Use glasses to focus light from phone torch to melt way out
Rub hands together until sore, use saw to cut phone in half, put 2 halves together to make whole, climb out through the hole
Meta note: Spoilers don’t function correctly on compressed comments on the front page so you get to see the first few words. Generally this isn’t a problem but I can imagine there would be times that it would.
I don’t know how many of the 2000 would do the same thing but switching to GW for the day was fairly obvious to me. On the other hand I use GW on and off so this maybe gave me an advantage but I think the post on surviving the outage suggested doing that too. Short of checking GW traffic I guess it’s hard to know how many did this.
We often distinguish between safety critical and non-safety critical components. The latter make up about 95% of components in my business and in general the thing we care most about is average performance.
In safety critical components we care about the worst component (material / manufacturing defect etc.) in e.g. 1,000,000. Otherwise >1 in 1,000,000 brakes fail and the vehicle runs someone over or drives into a canal.
The examples that you give of jokey but serious things are almost all non-safety critical things (except the dominance contest but I think that's quite a different example).
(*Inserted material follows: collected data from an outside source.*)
"""Self-contained HTML from an executed report notebook.

The page is built by us around nbconvert's ``basic`` cell fragments: our own
stylesheet inlined, images only as ``data:`` URIs, no script at all, and a
Content-Security-Policy that forbids the browser to fetch anything. The page
therefore opens offline and cannot leak a request when it is opened.
"""

from __future__ import annotations

import html as _html
import re
from importlib import resources

import nbformat

#: the browser may load nothing but inline styles and embedded images
CSP = "default-src 'none'; img-src data:; style-src 'unsafe-inline'; base-uri 'none'; form-action 'none'"

_REMOTE = re.compile(
    r"""(?:\b(?:src|href|action|poster|data)\s*=\s*["']?\s*(?!data:|#)[a-z][a-z0-9+.-]*:"""
    r"""|@import|url\(\s*["']?\s*(?!data:)[a-z][a-z0-9+.-]*:|\bsrcset\s*=)""",
    re.IGNORECASE,
)
_H2 = re.compile(r"<h2(?:\s[^>]*)?>(.*?)</h2>", re.DOTALL)
_TAG = re.compile(r"<[^>]+>")


def stylesheet() -> str:
    """The report's stylesheet (``wavetrail/report/report.css``)."""
    return resources.files("wavetrail.report").joinpath("report.css").read_text(encoding="utf-8")


def remote_references(page: str) -> list[str]:
    """Every place in ``page`` that would make a browser load something by URL.

    Data URIs and in-page anchors (``#...``) are fine; anything with a scheme
    (``https:``, ``file:``, ...) in ``src``/``href``/``url()``, any ``@import`` and any
    ``srcset`` is reported. An empty list means the page is self-contained.
    """
    return [m.group(0) for m in _REMOTE.finditer(page)]


def _slug(text: str, used: set[str]) -> str:
    base = re.sub(r"[^a-z0-9]+", "-", _TAG.sub("", text).lower()).strip("-") or "section"
    slug, k = base, 2
    while slug in used:
        slug, k = f"{base}-{k}", k + 1
    used.add(slug)
    return slug


def _number_sections(body: str) -> tuple[str, list[tuple[str, str]]]:
    used: set[str] = set()
    toc: list[tuple[str, str]] = []

    def repl(m: re.Match) -> str:
        inner = m.group(1).strip()
        slug = _slug(inner, used)
        toc.append((slug, inner))
        return f'<h2 id="{slug}"><span class="wt-secno">{len(toc)}</span>{inner}</h2>'

    return _H2.sub(repl, body), toc


#: cells with this tag are shown in the notebook but left out of the HTML page
NOTEBOOK_ONLY = "notebook-only"


def _drop_notebook_only():
    from nbconvert.preprocessors import TagRemovePreprocessor

    return TagRemovePreprocessor(remove_cell_tags={NOTEBOOK_ONLY}, enabled=True)


def notebook_to_html(nb: nbformat.NotebookNode, *, title: str, subtitle: str = "", footer: str = "") -> str:
    """Render an executed notebook as one self-contained HTML page.

    Code is left out (it stays in the notebook); outputs and text cells are kept.
    Level-2 headings become numbered sections with a contents list.

    Parameters
    ----------
    nb
        The executed (and normalised) notebook.
    title, subtitle
        Shown at the top of the page.
    footer
        A line of text at the bottom (e.g. the wavetrail version).
    """
    from nbconvert import HTMLExporter

    exporter = HTMLExporter(
        template_name="basic",
        exclude_input=True,
        exclude_input_prompt=True,
        exclude_output_prompt=True,
        exclude_anchor_links=True,
        embed_images=True,
    )
    exporter.register_preprocessor(_drop_notebook_only(), enabled=True)
    body, _ = exporter.from_notebook_node(nb)
    body = re.sub(r' id="cell-id=[^"]*"', "", body)
    body, toc = _number_sections(body)
    items = "".join(f'<li><a href="#{slug}">{text}</a></li>' for slug, text in toc)
    nav = f'<nav class="wt-contents" aria-label="Contents"><strong>Contents</strong><ol>{items}</ol></nav>' if toc else ""
    esc = _html.escape
    sub = f"<p>{esc(subtitle)}</p>" if subtitle else ""
    foot = f'<footer class="wt-foot">{esc(footer)}</footer>' if footer else ""
    return (
        "<!DOCTYPE html>\n"
        '<html lang="en">\n<head>\n<meta charset="utf-8">\n'
        f'<meta http-equiv="Content-Security-Policy" content="{CSP}">\n'
        '<meta name="viewport" content="width=device-width, initial-scale=1">\n'
        f"<title>{esc(title)}</title>\n<style>\n{stylesheet()}</style>\n</head>\n<body>\n"
        f'<header class="wt-masthead"><div class="wt-page"><h1>{esc(title)}</h1>{sub}</div></header>\n'
        f'<main class="wt-page">\n{nav}\n{body}\n{foot}\n</main>\n</body>\n</html>\n'
    )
If I miss that embedded agency is about something serious then that doesn't really matter - someone who makes that mistake is probably not really who it is important to make understand. The overall effect of the series is the most important thing.
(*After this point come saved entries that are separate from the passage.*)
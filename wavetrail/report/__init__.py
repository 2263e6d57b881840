"""Executed, self-contained report notebooks.

- :func:`~wavetrail.report.execute.execute_notebook`: papermill on a kernel of ``sys.executable``;
  a failed cell raises :class:`~wavetrail.errors.BuildError` naming the cell.
- :func:`~wavetrail.report.normalise.normalise_notebook`: strip run-specific metadata so the
  executed notebook hashes the same for the same inputs.
- :func:`~wavetrail.report.html.notebook_to_html`: one self-contained HTML page.
- :func:`~wavetrail.report.document.open_report`: the report's sections, used by the notebook.
- :func:`render`: all of it for one project.
"""

from __future__ import annotations

from wavetrail.report.build import render
from wavetrail.report.document import Report, open_report

__all__ = ["Report", "open_report", "render"]
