"""Reading what a report shows: result tables, the codebook's study block, provenance files.

A table that is not given and is not at its standard place is *absent* (its stage
is not configured) and the report says so; a table that is given but missing or
unreadable is an error that names the file.
"""

from __future__ import annotations

from dataclasses import dataclass, field
from pathlib import Path
from typing import Any

import pandas as pd
import yaml

from wavetrail.errors import BuildError, CodebookError

#: result table name -> its standard place in a project
TABLE_PATHS: dict[str, str] = {
    "findings": "results/checks/findings.csv",
    "descriptives": "results/checks/descriptives.csv",
    "attrition": "results/checks/attrition.csv",
    "scores": "results/scores/scores.csv",
    "reliability": "results/scores/reliability.csv",
    "invariance": "results/scores/invariance.csv",
    "growth_fit": "results/growth/fit.csv",
    "growth_estimates": "results/growth/estimates.csv",
    "growth_comparison": "results/growth/comparison.csv",
    "growth_conditional": "results/growth/conditional.csv",
    "growth_conditional_tests": "results/growth/conditional_tests.csv",
    "importance": "results/forest/importance.csv",
    "dependence": "results/forest/dependence.csv",
    "interactions": "results/forest/interactions.csv",
    "dependence_pairs": "results/forest/dependence_pairs.csv",
    "forest_overview": "results/forest/overview.csv",
    "forest_trees": "results/forest/trees.csv",
    "differences": "results/forest/differences.csv",
    "confirmation": "results/forest/confirmation.csv",
    "confirmation_tests": "results/forest/confirmation_tests.csv",
}
#: other named inputs of the report step
OTHER_PATHS: dict[str, str] = {"lock": "environment/requirements.lock"}
REGISTRY = "data/SHA256SUMS"


def find_project_root(start: str | Path = ".") -> Path:
    """The nearest folder at or above ``start`` that holds ``config/config.yaml``."""
    here = Path(start).resolve()
    for folder in (here, *here.parents):
        if (folder / "config" / "config.yaml").is_file():
            return folder
    return here


@dataclass
class StudyInfo:
    """What the report needs from the codebook: waves, time scores, labels, scale units."""

    waves: list = field(default_factory=list)
    time_scores: list = field(default_factory=list)
    time_unit: str | None = None
    labels: dict[str, str] = field(default_factory=dict)
    scale_labels: dict[str, str] = field(default_factory=dict)
    scale_ranges: dict[str, tuple[float, float]] = field(default_factory=dict)
    levels: dict[str, dict[str, str]] = field(default_factory=dict)
    #: unit of each variable that declares one (``unit:`` in the codebook)
    units: dict[str, str] = field(default_factory=dict)
    #: names of the declared multi-item scales
    scale_names: set = field(default_factory=set)

    def is_scale(self, name) -> bool:
        """True for a declared multi-item scale (False for a single measure)."""
        if not self.scale_names:  # no codebook read: take every name for a scale
            return str(name) not in self.labels
        return str(name) in self.scale_names

    def level_label(self, name: str, code) -> str:
        """The codebook's label of a category code (``1``, ``1.0`` and ``"1"`` alike), else the code."""
        return self.levels.get(str(name), {}).get(_code(code), _code(code))

    def label(self, name: str) -> str:
        return self.labels.get(str(name), str(name))

    def scale_label(self, scale: str) -> str:
        """The label of an outcome: a scale's label, else a variable's codebook label."""
        name = str(scale)
        if name in self.scale_labels:
            return self.scale_labels[name]
        if name not in self.scale_names and name in self.labels:
            return self.labels[name]
        return name.replace("_", " ").capitalize()

    def time_of(self, wave) -> float | None:
        for w, t in zip(self.waves, self.time_scores):
            if str(w) == str(wave):
                return float(t)
        return None


def read_study(path: str | Path | None) -> StudyInfo:
    """The study block, labels and scale ranges from a codebook YAML file (absent file: empty)."""
    if path is None or not Path(path).is_file():
        return StudyInfo()
    try:
        doc = yaml.safe_load(Path(path).read_text(encoding="utf-8")) or {}
    except yaml.YAMLError as err:
        raise CodebookError(f"{path}: not valid YAML ({err})", hint="run `wavetrail check` to see the problem") from None
    study = doc.get("study") or {}
    info = StudyInfo(
        waves=list(study.get("waves") or []),
        time_scores=list(study.get("time_scores") or []),
        time_unit=study.get("time_unit"),
    )
    if info.waves and not info.time_scores:
        info.time_scores = list(range(len(info.waves)))
    for var in doc.get("variables") or []:
        if not isinstance(var, dict) or "name" not in var:
            continue
        name = str(var["name"])
        if var.get("label"):
            info.labels[name] = str(var["label"])
        if var.get("unit"):
            info.units[name] = str(var["unit"])
        if isinstance(var.get("levels"), dict):
            info.levels[name] = {_code(k): str(v) for k, v in var["levels"].items()}
        scale, rng = var.get("scale"), var.get("range")
        if scale and isinstance(rng, (list, tuple)) and len(rng) == 2:
            lo, hi = float(rng[0]), float(rng[1])
            old = info.scale_ranges.get(scale)
            info.scale_ranges[scale] = (lo, hi) if old is None else (min(lo, old[0]), max(hi, old[1]))
    for name, spec in (doc.get("scales") or {}).items():
        info.scale_names.add(str(name))
        if isinstance(spec, dict) and spec.get("label"):
            info.scale_labels[str(name)] = str(spec["label"])
    return info


def _code(value) -> str:
    """A category code as text the same way whether YAML or CSV gave it (``1``, ``1.0`` -> ``1``)."""
    try:
        f = float(value)
    except (TypeError, ValueError):
        return str(value)
    return str(int(f)) if f.is_integer() else str(value)


def read_table(path: Path, name: str) -> pd.DataFrame:
    try:
        return pd.read_csv(path)
    except pd.errors.EmptyDataError:
        return pd.DataFrame()
    except (OSError, pd.errors.ParserError, UnicodeDecodeError) as err:
        raise BuildError(f"result table {name} ({path}) cannot be read: {err}",
                         hint="rebuild the stage that writes it (wavetrail build)") from None


def load_tables(root: Path, given: dict[str, str]) -> tuple[dict[str, pd.DataFrame | None], dict[str, str]]:
    """Read every result table; ``given`` overrides the standard places (name -> path)."""
    unknown = sorted(set(given) - set(TABLE_PATHS) - set(OTHER_PATHS))
    if unknown:
        raise BuildError(f"the report got unknown table names {unknown}",
                         hint=f"use the names {sorted(TABLE_PATHS)}")
    tables: dict[str, pd.DataFrame | None] = {}
    paths: dict[str, str] = {}
    for name, default in TABLE_PATHS.items():
        rel = given.get(name)
        path = root / (rel or default)
        if rel is not None and not path.is_file():
            raise BuildError(f"result table {name} is missing: {rel}",
                             hint="rebuild the stage that writes it (wavetrail build)")
        if path.is_file():
            tables[name] = read_table(path, name)
            paths[name] = str(rel or default)
        else:
            tables[name] = None
    return tables, paths


def read_registry(root: Path) -> list[tuple[str, str]]:
    """(path, sha256) pairs of ``data/SHA256SUMS`` (sha256sum format), in file order."""
    path = root / REGISTRY
    if not path.is_file():
        return []
    pairs = []
    for line in path.read_text(encoding="utf-8").splitlines():
        line = line.strip()
        if not line or line.startswith("#"):
            continue
        digest, _, name = line.partition(" ")
        pairs.append((name.strip().lstrip("*"), digest.lower()))
    return pairs


def read_lock(path: Path | None) -> dict[str, Any]:
    """Pinned packages of ``environment/requirements.lock`` (``name==version`` lines) and its hash."""
    if path is None or not path.is_file():
        return {}
    from wavetrail._io import sha256_file

    pins: dict[str, str] = {}
    for line in path.read_text(encoding="utf-8").splitlines():
        line = line.split("#", 1)[0].strip()
        if "==" in line:
            name, _, version = line.partition("==")
            pins[name.strip().lower().replace("_", "-")] = version.split(";")[0].strip()
    return {"sha256": sha256_file(path), "pins": pins}


def read_ledger(root: Path, *, skip: tuple[str, ...] = ("render_report",)) -> list[dict]:
    """The project's ledger records, without those of the report step itself.

    The report's own record of an earlier build is left out, so a first build and a
    rebuild show the same provenance. Empty when no step has been recorded yet.
    """
    from wavetrail import ledger

    return [r for r in ledger.read_records(root) if r.get("step") not in skip]


def read_plan_changes(root: Path) -> pd.DataFrame:
    """Deviations from the frozen analysis plan (one ``not frozen`` row when no plan was frozen)."""
    from wavetrail import plan

    return plan.plan_changes(root, missing_ok=True)


#: folders whose files decide what the workflow computes (the report's code fingerprint)
CODE_FOLDERS = ("config", "workflow")
_NOT_CODE_PARTS = {"__pycache__", ".ipynb_checkpoints", ".snakemake"}


def code_fingerprint(root: Path) -> tuple[list[str], str]:
    """The code files of a project and one SHA-256 over them.

    Files under ``config/`` and ``workflow/`` (not hidden, no byte-code caches,
    no ``*.tmp``), sorted by project-relative path; the digest is the SHA-256
    of the lines ``<sha256>  <path>`` (sha256sum format), so it depends on the
    files' bytes and names only, never on times or on the git history.
    """
    from wavetrail._io import sha256_bytes, sha256_file

    files = []
    for folder in CODE_FOLDERS:
        base = Path(root) / folder
        if not base.is_dir():
            continue
        for path in base.rglob("*"):
            rel = path.relative_to(root)
            if not path.is_file() or path.is_symlink() or any(
                    part.startswith(".") or part in _NOT_CODE_PARTS for part in rel.parts):
                continue
            if path.suffix in (".pyc", ".tmp"):
                continue
            files.append(rel.as_posix())
    files.sort()
    lines = "".join(f"{sha256_file(Path(root) / rel)}  {rel}\n" for rel in files)
    return files, sha256_bytes(lines.encode("utf-8"))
My impression is that the message you sent is great for average performance (and that the most natural way to read it is as you intended) but that it isn't optimised for communicating with the biggest exception in 270. The person who shares the least common knowledge about the ritual or reads the message the fastest or has the prior you mention or a prior that the admins sometimes do pure jokes (e.g. April Fools) or whatever - that person is really the person you need to be writing for. That most people understood it correctly is largely irrelevant.
I feel like this is a huge lesson that this experience hammered home for me.
(The message changed slightly from last year to this - one section I particularly note is:
You’ve all been given the opportunity to show yourselves capable and trustworthy.
in 2019 was changed in 2020 to:
You've all been given the opportunity to not destroy LessWrong.
I'd be curious to know why this was changed as the former seems better optimised for setting expectations.)